Start with the first line of the records below. Output each line exactly, ending with the one that contains "its audit event.".

>>>

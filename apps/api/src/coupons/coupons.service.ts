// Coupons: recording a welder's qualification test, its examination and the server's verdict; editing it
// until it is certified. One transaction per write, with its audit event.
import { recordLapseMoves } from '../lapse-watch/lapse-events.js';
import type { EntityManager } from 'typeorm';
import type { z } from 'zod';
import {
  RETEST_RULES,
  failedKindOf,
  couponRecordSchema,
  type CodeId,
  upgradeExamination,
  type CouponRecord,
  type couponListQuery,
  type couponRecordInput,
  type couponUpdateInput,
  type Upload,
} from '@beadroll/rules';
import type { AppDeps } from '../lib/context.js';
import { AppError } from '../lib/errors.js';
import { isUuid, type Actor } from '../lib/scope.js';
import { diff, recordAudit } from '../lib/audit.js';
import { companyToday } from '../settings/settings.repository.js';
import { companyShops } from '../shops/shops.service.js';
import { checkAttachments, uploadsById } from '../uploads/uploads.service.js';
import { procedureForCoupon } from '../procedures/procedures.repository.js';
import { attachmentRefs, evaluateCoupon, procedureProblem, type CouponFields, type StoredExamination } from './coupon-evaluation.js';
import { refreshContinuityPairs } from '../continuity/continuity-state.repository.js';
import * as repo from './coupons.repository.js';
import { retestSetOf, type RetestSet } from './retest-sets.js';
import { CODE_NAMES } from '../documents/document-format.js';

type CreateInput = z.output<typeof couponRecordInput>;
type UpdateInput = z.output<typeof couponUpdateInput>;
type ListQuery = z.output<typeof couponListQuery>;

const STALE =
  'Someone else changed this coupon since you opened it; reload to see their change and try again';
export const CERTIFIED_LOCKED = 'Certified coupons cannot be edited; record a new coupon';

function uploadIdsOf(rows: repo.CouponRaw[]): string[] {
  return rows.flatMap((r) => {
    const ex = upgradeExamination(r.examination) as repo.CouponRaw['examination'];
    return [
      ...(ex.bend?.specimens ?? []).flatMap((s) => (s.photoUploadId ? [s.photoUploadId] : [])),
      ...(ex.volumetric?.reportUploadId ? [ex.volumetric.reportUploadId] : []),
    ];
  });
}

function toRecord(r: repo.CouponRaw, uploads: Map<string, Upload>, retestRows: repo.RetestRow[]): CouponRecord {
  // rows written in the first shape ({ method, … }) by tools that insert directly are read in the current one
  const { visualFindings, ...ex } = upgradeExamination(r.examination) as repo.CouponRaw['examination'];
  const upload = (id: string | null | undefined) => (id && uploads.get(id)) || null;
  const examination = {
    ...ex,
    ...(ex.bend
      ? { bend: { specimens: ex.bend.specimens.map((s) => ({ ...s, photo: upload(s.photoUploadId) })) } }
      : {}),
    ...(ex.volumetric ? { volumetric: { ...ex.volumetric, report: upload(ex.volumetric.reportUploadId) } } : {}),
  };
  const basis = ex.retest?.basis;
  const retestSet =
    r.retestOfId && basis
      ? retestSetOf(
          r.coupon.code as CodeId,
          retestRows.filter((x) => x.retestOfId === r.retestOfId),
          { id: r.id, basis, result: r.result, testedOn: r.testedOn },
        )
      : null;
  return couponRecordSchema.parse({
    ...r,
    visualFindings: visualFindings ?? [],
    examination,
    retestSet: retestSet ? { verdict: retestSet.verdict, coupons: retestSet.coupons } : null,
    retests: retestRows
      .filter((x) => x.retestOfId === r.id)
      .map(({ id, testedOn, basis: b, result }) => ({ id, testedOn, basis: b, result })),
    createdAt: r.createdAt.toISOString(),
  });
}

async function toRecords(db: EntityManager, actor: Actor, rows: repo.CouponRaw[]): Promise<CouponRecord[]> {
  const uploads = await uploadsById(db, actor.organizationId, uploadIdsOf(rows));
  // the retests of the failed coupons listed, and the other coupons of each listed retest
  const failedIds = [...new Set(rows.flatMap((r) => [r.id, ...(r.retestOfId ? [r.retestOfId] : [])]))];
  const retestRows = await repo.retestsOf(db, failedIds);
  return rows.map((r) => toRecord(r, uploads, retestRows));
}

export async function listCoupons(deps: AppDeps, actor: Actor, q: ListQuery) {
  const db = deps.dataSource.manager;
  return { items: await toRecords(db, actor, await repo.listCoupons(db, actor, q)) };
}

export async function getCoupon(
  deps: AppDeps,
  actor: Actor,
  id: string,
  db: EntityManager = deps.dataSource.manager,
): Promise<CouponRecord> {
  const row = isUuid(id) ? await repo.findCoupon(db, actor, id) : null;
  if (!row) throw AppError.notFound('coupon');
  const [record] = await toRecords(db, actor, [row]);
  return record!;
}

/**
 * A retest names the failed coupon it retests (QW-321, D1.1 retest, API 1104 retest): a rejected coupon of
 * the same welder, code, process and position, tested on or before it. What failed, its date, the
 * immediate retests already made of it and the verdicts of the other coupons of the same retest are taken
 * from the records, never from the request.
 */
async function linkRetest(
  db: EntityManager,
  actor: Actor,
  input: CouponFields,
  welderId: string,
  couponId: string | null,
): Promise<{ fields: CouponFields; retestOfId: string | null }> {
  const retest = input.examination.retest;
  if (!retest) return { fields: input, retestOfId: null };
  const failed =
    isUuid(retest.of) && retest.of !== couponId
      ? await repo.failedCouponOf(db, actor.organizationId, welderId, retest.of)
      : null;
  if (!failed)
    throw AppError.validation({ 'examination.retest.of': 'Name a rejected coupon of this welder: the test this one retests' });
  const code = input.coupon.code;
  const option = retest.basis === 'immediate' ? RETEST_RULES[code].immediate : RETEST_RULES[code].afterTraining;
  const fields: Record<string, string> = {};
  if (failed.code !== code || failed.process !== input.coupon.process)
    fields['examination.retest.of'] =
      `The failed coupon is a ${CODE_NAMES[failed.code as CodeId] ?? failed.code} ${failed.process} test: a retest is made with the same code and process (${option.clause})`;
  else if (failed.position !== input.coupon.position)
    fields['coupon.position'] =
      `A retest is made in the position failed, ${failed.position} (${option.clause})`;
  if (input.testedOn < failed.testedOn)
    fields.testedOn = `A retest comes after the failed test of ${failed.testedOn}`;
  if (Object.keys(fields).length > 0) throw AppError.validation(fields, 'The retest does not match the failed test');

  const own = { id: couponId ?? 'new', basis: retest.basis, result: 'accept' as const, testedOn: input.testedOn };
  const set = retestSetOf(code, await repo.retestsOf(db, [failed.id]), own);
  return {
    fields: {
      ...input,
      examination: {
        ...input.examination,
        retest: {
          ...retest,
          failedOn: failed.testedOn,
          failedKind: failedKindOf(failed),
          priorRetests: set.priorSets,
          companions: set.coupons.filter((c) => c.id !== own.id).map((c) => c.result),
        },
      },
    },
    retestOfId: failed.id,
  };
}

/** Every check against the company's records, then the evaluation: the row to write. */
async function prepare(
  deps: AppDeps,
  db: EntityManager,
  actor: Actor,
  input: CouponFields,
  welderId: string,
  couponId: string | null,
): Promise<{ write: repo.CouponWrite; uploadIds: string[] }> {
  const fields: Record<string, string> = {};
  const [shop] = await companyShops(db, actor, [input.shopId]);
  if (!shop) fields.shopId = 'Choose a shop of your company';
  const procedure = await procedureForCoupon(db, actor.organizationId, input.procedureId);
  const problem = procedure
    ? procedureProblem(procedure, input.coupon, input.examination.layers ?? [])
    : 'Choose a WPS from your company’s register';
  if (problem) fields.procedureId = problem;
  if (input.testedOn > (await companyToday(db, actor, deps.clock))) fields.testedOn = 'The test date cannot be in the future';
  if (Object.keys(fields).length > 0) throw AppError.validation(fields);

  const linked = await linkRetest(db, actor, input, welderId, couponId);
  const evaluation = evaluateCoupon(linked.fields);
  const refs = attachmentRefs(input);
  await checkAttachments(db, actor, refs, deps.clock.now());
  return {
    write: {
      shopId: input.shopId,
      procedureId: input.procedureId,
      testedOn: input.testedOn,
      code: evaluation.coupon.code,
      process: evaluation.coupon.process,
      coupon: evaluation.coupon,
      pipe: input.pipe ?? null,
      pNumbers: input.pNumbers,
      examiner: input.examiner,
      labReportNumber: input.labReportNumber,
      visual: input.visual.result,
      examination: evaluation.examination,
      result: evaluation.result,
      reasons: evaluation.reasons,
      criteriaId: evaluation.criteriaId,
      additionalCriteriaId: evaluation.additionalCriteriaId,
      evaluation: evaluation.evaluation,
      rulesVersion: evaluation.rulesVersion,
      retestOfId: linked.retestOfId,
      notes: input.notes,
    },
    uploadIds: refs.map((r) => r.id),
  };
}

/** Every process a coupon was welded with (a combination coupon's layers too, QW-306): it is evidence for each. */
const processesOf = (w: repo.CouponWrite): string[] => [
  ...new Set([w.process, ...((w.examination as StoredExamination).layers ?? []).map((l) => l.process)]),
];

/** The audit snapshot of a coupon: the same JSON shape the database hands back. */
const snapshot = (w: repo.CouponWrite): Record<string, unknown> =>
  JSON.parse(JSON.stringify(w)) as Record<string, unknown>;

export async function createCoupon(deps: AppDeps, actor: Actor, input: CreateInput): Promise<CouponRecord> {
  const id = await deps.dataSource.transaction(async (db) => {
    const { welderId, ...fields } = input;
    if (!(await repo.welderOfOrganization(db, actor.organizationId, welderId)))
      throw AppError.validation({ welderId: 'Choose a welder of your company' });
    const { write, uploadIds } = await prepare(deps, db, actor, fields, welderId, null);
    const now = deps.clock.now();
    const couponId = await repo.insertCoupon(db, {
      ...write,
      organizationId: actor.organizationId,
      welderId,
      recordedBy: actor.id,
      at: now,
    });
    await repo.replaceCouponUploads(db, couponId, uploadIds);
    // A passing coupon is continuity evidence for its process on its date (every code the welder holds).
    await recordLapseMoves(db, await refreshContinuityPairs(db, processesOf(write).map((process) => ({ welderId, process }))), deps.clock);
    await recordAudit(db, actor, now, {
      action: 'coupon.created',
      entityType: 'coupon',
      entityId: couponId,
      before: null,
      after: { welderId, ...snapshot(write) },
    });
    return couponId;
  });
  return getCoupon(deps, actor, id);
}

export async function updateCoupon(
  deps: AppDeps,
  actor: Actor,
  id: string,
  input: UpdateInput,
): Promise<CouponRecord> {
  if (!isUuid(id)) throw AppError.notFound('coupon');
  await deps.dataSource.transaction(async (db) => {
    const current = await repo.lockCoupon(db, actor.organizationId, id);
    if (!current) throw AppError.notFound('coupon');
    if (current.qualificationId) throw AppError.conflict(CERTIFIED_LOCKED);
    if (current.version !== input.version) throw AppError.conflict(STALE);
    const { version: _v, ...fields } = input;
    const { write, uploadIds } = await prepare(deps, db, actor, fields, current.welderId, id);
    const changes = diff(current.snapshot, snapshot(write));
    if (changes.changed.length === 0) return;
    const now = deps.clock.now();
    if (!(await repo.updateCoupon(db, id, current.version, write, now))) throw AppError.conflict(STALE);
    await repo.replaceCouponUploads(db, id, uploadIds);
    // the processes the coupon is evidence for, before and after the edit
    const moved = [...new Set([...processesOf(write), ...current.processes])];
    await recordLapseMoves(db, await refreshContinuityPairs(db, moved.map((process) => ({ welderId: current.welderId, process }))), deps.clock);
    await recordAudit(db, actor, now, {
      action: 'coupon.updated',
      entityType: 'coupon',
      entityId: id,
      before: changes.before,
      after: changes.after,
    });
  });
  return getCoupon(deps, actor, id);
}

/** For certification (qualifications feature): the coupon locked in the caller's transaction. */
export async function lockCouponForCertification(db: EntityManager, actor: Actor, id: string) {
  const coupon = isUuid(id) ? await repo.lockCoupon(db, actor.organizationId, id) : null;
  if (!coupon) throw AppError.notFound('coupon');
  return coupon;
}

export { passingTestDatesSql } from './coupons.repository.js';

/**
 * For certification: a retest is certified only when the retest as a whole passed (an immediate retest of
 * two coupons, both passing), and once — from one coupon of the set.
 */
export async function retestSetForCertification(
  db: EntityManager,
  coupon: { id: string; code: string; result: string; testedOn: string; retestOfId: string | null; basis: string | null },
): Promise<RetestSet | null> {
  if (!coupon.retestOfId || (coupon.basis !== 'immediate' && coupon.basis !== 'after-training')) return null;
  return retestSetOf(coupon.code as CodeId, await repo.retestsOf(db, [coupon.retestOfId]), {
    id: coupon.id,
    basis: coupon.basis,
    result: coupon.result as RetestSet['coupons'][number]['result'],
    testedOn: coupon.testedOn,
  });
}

<<<

Output for this exercise:
filename apps/api/src/coupons/coupons.service.ts
// Coupons: recording a welder's qualification test, its examination and the server's verdict; editing it
// until it is certified. One transaction per write, with its audit event.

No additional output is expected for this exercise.